* _What to do_
Your answer should be the lines below from the one holding "out.nees[1] = det" through the one holding "for (let c = 0; c < a;", copied exactly and with nothing else.

Saved entries
====

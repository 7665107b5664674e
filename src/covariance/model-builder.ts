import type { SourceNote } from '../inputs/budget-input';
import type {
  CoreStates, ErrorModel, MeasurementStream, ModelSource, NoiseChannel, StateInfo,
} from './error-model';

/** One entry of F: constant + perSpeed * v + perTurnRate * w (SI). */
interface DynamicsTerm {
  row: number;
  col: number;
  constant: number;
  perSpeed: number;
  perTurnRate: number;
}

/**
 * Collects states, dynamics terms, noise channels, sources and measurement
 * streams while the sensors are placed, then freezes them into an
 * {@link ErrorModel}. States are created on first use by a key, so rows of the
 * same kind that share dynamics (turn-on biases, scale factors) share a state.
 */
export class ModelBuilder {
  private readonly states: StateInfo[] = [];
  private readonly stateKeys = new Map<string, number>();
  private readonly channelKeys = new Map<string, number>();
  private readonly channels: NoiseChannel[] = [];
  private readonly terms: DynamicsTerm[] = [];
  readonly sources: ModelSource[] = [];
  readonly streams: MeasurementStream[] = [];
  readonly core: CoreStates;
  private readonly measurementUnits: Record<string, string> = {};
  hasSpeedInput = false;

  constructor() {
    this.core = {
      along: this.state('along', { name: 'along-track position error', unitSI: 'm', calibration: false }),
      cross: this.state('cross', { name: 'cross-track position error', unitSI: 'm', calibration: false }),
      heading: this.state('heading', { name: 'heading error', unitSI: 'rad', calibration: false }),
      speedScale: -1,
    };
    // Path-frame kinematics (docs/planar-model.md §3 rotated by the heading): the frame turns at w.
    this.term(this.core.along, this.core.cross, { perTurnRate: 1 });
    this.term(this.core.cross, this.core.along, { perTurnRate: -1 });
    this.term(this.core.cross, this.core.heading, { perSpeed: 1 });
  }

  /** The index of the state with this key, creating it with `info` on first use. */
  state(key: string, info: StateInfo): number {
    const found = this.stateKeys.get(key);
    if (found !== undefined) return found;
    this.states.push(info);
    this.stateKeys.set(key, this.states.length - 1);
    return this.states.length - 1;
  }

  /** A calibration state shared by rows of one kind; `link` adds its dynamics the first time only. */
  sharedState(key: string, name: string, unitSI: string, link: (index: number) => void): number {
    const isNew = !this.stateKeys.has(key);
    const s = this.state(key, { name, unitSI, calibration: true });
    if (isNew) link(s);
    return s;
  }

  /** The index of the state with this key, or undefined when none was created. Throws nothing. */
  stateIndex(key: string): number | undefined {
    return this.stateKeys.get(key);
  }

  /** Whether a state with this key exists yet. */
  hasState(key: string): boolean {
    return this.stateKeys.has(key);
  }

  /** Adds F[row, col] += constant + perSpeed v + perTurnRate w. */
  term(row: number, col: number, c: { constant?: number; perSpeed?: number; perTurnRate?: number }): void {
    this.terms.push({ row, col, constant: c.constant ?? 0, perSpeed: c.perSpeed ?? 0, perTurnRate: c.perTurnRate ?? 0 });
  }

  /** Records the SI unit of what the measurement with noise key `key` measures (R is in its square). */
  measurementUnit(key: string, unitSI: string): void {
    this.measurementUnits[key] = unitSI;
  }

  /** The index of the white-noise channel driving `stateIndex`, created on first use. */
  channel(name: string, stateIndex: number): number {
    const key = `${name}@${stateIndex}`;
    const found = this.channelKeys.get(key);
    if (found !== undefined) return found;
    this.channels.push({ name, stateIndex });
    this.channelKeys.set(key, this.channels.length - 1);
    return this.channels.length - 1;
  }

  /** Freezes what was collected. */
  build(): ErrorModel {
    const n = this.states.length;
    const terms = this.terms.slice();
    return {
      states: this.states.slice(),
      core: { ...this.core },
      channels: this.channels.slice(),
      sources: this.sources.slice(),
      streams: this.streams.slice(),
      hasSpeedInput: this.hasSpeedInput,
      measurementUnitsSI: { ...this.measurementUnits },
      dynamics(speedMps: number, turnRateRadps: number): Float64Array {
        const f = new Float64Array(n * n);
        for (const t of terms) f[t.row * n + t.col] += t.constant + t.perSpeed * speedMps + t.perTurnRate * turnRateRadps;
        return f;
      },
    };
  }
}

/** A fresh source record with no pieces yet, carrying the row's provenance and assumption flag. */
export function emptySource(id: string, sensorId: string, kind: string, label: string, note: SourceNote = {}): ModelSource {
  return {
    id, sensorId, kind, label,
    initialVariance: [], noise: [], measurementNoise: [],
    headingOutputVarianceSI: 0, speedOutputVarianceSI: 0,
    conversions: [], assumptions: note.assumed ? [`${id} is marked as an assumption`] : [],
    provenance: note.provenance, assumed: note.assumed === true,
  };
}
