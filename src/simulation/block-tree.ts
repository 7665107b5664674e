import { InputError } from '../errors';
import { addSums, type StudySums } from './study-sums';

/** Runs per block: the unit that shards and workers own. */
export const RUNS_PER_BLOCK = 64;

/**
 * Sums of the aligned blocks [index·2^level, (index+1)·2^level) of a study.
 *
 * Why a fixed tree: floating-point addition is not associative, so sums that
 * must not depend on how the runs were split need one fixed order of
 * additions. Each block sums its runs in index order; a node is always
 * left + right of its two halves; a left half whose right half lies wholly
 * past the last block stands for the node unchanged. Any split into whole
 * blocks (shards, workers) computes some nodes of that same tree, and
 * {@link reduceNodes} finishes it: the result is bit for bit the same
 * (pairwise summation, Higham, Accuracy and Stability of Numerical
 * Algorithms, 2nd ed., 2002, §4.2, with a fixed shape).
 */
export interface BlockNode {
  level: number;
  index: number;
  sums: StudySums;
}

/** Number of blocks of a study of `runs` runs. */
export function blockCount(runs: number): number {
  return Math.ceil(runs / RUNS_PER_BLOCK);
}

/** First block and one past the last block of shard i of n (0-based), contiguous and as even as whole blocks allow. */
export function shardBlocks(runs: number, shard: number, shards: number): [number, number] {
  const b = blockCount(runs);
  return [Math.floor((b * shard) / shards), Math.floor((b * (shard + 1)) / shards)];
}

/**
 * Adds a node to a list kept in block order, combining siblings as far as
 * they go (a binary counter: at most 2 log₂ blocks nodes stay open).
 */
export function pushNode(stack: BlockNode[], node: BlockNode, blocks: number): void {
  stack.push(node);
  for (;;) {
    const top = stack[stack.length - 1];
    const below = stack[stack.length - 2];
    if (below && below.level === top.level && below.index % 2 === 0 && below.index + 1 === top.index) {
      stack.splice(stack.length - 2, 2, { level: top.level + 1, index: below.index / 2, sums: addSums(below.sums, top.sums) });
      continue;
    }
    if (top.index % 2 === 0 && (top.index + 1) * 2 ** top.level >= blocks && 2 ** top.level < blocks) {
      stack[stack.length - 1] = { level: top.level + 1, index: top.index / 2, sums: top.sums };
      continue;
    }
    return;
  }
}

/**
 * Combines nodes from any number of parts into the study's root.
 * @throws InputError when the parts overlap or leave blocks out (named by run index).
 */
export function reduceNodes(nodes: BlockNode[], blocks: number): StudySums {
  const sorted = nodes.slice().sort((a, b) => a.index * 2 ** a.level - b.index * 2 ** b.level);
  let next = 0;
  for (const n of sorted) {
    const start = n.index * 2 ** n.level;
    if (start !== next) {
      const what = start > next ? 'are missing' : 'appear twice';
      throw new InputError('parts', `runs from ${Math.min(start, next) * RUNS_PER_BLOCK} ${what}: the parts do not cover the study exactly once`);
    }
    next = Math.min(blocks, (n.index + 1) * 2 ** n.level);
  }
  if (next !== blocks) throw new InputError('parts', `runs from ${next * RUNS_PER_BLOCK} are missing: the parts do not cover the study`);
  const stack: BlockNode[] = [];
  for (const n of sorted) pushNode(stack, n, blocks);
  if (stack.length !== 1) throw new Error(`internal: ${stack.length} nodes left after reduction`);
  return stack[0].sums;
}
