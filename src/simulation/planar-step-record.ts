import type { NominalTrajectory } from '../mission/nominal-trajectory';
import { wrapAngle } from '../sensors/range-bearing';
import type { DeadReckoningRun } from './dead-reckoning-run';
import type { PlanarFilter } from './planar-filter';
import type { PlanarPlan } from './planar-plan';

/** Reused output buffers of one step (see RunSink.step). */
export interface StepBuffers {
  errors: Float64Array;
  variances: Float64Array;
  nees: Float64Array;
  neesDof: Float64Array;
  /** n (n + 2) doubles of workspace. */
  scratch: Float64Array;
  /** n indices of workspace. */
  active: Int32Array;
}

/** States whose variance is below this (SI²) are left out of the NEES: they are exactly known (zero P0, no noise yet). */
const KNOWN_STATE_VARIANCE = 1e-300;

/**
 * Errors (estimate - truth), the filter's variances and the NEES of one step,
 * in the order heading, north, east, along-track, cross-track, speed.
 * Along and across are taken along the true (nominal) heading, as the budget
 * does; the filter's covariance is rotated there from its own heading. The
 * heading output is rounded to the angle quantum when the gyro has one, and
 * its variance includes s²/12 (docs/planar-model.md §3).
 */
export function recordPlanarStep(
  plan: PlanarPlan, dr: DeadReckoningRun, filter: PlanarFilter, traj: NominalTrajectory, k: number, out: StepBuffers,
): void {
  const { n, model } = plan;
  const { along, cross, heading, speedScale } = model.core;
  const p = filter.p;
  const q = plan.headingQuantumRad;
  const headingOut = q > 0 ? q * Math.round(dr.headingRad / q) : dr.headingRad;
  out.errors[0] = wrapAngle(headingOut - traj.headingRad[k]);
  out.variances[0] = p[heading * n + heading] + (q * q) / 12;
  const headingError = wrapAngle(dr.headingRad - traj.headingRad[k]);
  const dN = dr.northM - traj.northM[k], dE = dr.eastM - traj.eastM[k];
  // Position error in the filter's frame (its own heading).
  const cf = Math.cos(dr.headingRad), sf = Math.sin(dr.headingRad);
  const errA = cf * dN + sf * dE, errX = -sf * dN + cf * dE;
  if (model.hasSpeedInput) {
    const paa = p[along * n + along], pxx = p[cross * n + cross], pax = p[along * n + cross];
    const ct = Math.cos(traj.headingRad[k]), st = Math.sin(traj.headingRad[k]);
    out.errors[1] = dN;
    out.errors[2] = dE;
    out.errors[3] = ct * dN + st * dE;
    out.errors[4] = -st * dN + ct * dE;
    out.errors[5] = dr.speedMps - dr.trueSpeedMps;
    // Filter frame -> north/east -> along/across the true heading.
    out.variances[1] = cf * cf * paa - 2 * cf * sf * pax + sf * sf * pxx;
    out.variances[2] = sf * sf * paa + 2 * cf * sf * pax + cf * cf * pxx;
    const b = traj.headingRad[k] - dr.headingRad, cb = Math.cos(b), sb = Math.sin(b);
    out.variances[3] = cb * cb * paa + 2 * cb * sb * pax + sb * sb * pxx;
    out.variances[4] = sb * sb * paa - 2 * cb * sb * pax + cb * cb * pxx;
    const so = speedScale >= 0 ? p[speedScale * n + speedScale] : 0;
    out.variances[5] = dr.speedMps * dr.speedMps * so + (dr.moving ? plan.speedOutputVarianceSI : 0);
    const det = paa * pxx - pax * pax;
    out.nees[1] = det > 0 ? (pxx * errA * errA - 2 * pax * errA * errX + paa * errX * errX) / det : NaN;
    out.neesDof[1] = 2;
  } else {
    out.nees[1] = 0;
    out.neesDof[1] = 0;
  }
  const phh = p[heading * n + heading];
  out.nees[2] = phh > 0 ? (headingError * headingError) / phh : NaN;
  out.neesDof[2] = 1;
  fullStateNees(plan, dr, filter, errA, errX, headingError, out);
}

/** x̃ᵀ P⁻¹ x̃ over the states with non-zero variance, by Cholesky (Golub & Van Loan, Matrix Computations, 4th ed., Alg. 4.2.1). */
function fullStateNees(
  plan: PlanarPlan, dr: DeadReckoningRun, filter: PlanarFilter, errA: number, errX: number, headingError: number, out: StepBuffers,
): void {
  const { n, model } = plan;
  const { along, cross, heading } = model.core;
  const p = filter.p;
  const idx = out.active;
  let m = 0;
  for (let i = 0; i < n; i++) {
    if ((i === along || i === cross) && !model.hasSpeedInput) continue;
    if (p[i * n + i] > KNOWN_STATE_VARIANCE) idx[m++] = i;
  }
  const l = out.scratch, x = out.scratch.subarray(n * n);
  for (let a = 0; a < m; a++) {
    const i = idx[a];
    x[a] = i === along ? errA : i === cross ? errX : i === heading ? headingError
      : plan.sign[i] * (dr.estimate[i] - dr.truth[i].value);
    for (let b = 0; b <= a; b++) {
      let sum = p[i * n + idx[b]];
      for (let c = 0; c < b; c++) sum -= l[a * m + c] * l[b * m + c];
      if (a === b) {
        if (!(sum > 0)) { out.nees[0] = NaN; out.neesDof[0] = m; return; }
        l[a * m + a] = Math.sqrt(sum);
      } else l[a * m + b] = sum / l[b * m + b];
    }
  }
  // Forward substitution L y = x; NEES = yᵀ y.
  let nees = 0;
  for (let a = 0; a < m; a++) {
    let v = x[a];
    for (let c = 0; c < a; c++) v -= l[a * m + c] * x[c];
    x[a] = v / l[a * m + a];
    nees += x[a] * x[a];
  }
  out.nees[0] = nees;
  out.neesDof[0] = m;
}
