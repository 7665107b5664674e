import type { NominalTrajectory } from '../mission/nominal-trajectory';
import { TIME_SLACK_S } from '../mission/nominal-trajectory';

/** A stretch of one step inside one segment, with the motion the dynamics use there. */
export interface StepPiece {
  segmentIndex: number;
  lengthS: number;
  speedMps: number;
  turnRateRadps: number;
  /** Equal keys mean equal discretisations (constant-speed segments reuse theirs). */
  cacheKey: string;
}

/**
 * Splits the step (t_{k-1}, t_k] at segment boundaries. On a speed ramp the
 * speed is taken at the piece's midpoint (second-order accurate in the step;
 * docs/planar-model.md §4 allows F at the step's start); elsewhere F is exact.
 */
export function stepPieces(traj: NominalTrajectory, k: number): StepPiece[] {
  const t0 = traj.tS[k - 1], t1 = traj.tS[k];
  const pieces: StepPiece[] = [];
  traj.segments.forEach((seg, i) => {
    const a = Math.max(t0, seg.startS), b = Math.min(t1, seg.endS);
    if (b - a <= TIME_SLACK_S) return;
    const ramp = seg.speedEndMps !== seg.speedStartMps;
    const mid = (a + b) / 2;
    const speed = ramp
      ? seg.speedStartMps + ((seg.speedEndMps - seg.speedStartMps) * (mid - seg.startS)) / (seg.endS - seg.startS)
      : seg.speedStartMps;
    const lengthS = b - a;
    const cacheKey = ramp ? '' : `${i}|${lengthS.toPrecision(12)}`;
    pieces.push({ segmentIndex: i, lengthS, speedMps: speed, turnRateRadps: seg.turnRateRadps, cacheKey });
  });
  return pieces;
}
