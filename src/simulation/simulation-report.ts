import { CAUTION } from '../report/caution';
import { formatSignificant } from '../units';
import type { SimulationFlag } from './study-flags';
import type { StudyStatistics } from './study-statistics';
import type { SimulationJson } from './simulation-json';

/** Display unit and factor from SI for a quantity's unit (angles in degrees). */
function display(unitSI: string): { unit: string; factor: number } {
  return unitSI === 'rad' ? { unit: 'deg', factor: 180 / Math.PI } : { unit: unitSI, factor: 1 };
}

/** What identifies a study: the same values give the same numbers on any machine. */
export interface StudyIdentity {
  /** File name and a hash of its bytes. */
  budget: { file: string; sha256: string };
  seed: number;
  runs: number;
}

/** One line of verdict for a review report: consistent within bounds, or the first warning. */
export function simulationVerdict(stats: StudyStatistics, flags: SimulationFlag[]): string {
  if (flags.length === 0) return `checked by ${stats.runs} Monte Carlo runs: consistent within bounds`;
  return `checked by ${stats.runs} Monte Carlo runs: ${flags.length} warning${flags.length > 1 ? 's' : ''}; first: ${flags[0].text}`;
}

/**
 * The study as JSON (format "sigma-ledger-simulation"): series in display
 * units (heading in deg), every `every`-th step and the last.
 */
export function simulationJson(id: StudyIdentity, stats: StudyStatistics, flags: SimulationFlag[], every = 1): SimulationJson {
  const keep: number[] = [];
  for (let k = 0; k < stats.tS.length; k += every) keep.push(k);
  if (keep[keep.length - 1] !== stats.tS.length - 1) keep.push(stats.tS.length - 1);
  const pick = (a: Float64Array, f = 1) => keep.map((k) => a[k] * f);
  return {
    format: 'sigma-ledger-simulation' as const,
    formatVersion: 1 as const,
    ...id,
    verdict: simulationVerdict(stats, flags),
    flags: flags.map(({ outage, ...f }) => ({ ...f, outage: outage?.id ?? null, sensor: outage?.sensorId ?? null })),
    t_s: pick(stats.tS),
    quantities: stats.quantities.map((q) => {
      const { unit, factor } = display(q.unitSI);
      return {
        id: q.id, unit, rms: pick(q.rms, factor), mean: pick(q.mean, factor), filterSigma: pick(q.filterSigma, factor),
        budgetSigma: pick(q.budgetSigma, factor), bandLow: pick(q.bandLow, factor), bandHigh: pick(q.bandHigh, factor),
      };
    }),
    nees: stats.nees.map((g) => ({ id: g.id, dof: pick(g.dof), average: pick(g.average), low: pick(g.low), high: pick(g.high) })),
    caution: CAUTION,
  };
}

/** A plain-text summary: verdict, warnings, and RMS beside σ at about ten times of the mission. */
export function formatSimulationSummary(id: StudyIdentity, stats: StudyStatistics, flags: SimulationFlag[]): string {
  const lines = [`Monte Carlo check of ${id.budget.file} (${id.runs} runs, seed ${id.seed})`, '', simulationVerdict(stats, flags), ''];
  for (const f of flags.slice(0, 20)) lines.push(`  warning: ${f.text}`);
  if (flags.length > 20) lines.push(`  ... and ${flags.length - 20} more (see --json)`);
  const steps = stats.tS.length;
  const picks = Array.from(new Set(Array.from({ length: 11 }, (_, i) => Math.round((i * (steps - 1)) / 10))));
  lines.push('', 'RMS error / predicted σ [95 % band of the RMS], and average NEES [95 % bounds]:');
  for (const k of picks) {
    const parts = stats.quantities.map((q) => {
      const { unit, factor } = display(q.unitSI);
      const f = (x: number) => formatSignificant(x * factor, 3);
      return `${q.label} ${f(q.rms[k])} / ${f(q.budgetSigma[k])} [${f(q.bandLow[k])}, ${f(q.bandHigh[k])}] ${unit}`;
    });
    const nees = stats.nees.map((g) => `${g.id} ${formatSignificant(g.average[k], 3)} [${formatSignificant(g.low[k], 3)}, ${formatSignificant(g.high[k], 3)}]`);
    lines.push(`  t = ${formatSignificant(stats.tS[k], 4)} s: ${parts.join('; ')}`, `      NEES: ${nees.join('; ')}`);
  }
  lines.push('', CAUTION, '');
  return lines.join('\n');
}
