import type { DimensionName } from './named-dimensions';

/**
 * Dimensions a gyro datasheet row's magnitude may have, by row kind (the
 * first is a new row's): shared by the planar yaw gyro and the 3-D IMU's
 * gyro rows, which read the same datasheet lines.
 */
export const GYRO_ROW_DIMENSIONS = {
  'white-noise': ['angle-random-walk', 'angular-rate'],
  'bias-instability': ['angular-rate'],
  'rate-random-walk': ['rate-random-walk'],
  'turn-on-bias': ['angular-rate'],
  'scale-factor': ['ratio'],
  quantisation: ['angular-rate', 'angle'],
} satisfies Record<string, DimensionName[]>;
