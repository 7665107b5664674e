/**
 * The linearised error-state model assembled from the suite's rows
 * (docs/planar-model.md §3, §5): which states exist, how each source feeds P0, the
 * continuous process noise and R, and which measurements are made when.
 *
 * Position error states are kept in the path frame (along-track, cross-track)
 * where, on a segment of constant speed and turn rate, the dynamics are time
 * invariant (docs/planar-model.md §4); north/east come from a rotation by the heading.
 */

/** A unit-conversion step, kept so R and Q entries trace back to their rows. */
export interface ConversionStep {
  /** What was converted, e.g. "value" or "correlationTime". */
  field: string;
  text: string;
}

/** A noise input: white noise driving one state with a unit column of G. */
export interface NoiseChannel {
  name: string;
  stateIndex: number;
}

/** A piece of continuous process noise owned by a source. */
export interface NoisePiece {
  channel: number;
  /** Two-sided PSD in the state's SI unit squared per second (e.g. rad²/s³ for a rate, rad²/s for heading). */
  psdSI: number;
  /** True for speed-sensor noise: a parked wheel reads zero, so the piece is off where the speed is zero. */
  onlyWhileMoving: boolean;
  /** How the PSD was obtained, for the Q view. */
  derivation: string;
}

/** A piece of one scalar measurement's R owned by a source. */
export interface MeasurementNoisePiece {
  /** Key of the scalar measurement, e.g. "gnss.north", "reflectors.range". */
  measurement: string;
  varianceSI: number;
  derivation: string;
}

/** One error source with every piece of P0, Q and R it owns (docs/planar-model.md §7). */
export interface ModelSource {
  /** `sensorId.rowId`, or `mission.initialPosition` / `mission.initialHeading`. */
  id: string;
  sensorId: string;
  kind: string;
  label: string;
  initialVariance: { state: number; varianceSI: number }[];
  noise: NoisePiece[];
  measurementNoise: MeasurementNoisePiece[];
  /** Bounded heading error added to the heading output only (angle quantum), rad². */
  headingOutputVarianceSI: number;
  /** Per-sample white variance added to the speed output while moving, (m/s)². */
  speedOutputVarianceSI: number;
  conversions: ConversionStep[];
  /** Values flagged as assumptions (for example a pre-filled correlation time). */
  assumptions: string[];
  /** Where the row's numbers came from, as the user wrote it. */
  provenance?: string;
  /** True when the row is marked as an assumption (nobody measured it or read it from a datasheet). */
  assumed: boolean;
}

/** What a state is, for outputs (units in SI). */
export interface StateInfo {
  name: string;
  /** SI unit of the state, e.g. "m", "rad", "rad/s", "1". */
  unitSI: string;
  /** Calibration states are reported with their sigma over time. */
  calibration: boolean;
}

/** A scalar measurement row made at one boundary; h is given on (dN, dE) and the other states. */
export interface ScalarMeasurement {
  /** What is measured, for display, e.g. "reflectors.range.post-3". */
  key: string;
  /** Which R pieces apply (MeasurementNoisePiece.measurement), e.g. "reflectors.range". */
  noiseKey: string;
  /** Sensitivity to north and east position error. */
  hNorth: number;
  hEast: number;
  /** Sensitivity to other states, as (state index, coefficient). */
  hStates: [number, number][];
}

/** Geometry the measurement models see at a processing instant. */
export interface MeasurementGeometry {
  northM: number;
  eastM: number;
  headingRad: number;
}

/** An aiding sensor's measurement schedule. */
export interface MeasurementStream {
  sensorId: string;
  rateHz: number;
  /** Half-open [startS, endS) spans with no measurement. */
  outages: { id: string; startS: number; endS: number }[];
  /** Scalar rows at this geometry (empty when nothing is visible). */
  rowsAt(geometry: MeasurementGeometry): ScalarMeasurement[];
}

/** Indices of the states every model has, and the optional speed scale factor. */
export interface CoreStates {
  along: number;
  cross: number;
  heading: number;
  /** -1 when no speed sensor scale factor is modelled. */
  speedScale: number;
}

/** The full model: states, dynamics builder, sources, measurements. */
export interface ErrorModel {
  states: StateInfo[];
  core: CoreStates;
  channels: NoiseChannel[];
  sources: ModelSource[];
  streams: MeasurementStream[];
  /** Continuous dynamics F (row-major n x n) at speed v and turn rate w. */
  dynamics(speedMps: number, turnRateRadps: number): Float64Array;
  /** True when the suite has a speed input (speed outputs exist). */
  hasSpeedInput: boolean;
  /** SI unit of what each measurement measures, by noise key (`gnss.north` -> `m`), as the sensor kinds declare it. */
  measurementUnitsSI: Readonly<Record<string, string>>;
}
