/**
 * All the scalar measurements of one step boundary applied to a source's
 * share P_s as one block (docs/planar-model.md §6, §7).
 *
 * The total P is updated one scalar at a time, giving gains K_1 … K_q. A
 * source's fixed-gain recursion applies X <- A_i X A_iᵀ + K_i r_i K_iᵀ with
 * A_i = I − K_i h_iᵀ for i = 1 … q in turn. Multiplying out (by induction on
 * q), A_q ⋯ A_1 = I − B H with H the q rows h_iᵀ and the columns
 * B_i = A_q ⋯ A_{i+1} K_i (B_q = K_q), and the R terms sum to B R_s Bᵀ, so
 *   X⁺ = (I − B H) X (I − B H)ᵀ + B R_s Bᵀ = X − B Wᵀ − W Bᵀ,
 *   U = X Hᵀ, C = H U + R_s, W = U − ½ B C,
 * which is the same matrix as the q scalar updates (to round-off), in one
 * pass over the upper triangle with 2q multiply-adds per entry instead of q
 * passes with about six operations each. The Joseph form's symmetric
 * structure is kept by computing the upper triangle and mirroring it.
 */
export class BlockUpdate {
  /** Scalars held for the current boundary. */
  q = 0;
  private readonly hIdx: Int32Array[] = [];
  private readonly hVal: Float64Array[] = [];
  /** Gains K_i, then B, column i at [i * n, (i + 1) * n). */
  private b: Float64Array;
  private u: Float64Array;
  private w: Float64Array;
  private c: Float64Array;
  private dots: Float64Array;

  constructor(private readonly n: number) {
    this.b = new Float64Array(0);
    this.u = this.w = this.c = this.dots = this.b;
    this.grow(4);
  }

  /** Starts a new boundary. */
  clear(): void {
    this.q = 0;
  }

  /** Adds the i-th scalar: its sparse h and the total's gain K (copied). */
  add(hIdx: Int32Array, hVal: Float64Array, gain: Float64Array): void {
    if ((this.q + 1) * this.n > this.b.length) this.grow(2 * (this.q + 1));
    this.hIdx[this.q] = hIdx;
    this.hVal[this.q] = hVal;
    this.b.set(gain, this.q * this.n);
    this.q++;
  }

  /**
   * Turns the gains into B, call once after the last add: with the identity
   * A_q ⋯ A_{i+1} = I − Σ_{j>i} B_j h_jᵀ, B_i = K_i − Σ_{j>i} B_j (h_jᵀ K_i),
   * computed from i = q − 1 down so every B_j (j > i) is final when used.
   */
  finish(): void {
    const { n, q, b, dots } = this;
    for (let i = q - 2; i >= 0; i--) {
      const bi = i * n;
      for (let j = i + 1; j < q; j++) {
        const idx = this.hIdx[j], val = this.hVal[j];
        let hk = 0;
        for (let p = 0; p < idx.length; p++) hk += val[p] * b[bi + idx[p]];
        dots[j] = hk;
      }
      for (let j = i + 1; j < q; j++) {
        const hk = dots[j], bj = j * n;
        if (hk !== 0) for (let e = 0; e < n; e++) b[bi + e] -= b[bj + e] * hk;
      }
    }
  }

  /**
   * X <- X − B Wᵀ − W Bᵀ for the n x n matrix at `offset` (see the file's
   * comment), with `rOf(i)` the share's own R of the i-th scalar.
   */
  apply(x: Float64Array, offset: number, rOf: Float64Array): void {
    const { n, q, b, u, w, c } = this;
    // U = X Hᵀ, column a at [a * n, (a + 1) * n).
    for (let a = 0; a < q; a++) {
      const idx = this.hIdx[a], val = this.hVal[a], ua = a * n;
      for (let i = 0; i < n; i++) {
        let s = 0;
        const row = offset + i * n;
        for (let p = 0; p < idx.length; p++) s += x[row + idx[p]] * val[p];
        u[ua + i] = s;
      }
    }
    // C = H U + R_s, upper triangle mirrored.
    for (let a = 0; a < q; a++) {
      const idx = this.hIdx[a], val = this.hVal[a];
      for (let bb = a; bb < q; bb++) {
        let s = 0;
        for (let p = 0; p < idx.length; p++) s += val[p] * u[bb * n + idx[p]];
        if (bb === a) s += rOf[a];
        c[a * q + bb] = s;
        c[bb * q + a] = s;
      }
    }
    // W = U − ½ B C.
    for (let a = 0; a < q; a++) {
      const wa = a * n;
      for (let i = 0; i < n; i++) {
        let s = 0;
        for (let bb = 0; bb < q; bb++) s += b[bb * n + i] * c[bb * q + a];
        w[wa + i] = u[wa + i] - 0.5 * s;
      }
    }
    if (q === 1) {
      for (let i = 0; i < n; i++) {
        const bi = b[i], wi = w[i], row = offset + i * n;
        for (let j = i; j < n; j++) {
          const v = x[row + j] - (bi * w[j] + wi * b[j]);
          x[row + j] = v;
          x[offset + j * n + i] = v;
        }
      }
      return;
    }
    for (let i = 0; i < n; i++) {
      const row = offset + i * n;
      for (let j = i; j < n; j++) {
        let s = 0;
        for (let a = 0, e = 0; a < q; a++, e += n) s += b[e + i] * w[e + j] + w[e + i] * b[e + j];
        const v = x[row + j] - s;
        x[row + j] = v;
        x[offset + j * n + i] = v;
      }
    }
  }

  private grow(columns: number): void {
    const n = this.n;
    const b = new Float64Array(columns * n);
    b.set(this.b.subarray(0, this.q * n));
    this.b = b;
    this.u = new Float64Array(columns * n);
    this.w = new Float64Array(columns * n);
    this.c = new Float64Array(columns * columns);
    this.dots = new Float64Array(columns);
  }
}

====

* _Result_
    out.nees[1] = det > 0 ? (pxx * errA * errA - 2 * pax * errA * errX + paa * errX * errX) / det : NaN;
    out.neesDof[1] = 2;
  } else {
    out.nees[1] = 0;
    out.neesDof[1] = 0;
  }
  const phh = p[heading * n + heading];
  out.nees[2] = phh > 0 ? (headingError * headingError) / phh : NaN;
  out.neesDof[2] = 1;
  fullStateNees(plan, dr, filter, errA, errX, headingError, out);
}

/** x̃ᵀ P⁻¹ x̃ over the states with non-zero variance, by Cholesky (Golub & Van Loan, Matrix Computations, 4th ed., Alg. 4.2.1). */
function fullStateNees(
  plan: PlanarPlan, dr: DeadReckoningRun, filter: PlanarFilter, errA: number, errX: number, headingError: number, out: StepBuffers,
): void {
  const { n, model } = plan;
  const { along, cross, heading } = model.core;
  const p = filter.p;
  const idx = out.active;
  let m = 0;
  for (let i = 0; i < n; i++) {
    if ((i === along || i === cross) && !model.hasSpeedInput) continue;
    if (p[i * n + i] > KNOWN_STATE_VARIANCE) idx[m++] = i;
  }
  const l = out.scratch, x = out.scratch.subarray(n * n);
  for (let a = 0; a < m; a++) {
    const i = idx[a];
    x[a] = i === along ? errA : i === cross ? errX : i === heading ? headingError
      : plan.sign[i] * (dr.estimate[i] - dr.truth[i].value);
    for (let b = 0; b <= a; b++) {
      let sum = p[i * n + idx[b]];
      for (let c = 0; c < b; c++) sum -= l[a * m + c] * l[b * m + c];
      if (a === b) {
        if (!(sum > 0)) { out.nees[0] = NaN; out.neesDof[0] = m; return; }
        l[a * m + a] = Math.sqrt(sum);
      } else l[a * m + b] = sum / l[b * m + b];
    }
  }
  // Forward substitution L y = x; NEES = yᵀ y.
  let nees = 0;
  for (let a = 0; a < m; a++) {
    let v = x[a];
    for (let c = 0; c < a; c++) v -= l[a * m + c] * x[c];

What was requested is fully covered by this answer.